# Work to complete:
Your result should be the lines holding the word "flags", copied from the entries below.

[Records supplied — start]

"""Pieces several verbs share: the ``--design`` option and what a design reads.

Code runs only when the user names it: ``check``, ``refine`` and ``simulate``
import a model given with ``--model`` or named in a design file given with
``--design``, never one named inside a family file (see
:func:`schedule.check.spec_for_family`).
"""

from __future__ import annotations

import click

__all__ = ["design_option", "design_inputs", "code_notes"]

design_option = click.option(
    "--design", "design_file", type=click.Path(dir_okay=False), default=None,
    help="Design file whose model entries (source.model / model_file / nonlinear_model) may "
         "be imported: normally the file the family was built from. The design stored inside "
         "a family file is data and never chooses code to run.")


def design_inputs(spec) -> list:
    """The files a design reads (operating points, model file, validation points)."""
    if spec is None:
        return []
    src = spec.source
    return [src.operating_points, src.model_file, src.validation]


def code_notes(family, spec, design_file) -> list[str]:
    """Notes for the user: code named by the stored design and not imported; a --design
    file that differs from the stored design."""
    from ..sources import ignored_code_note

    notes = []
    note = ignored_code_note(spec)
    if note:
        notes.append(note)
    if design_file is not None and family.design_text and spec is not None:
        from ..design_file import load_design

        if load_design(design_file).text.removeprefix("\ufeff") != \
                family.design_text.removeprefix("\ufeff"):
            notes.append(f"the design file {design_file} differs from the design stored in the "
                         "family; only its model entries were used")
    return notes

[Records supplied — finish]
[Records supplied — start]

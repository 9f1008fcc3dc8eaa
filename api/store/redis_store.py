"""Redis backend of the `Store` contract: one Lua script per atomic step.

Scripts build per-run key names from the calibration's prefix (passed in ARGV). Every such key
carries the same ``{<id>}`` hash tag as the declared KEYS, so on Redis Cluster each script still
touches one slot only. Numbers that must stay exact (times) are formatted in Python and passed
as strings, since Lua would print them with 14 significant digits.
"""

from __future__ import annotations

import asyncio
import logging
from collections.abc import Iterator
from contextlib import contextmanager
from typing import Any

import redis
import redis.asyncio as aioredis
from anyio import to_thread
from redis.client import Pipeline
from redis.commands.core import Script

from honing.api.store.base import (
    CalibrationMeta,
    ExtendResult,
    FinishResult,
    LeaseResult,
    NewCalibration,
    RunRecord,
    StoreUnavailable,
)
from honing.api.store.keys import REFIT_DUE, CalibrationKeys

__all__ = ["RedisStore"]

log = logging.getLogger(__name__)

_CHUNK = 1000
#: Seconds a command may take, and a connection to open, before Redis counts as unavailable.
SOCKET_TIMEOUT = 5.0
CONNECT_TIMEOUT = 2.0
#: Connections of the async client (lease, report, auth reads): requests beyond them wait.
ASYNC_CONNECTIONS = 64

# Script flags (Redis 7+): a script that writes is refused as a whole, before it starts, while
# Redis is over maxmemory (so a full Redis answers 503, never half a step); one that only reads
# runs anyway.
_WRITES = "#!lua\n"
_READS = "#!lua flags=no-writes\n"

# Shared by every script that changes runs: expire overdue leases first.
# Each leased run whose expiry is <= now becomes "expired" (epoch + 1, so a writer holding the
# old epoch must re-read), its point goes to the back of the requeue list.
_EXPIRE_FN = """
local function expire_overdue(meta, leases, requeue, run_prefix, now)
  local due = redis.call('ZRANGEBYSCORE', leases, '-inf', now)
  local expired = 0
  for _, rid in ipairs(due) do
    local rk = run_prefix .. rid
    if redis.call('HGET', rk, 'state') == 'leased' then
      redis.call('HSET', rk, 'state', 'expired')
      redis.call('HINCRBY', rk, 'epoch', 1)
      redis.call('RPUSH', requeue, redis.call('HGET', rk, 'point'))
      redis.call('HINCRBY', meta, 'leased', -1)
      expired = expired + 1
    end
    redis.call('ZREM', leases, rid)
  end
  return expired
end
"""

[Records supplied — finish]

# Exercise answer:
# Script flags (Redis 7+): a script that writes is refused as a whole, before it starts, while
_READS = "#!lua flags=no-writes\n"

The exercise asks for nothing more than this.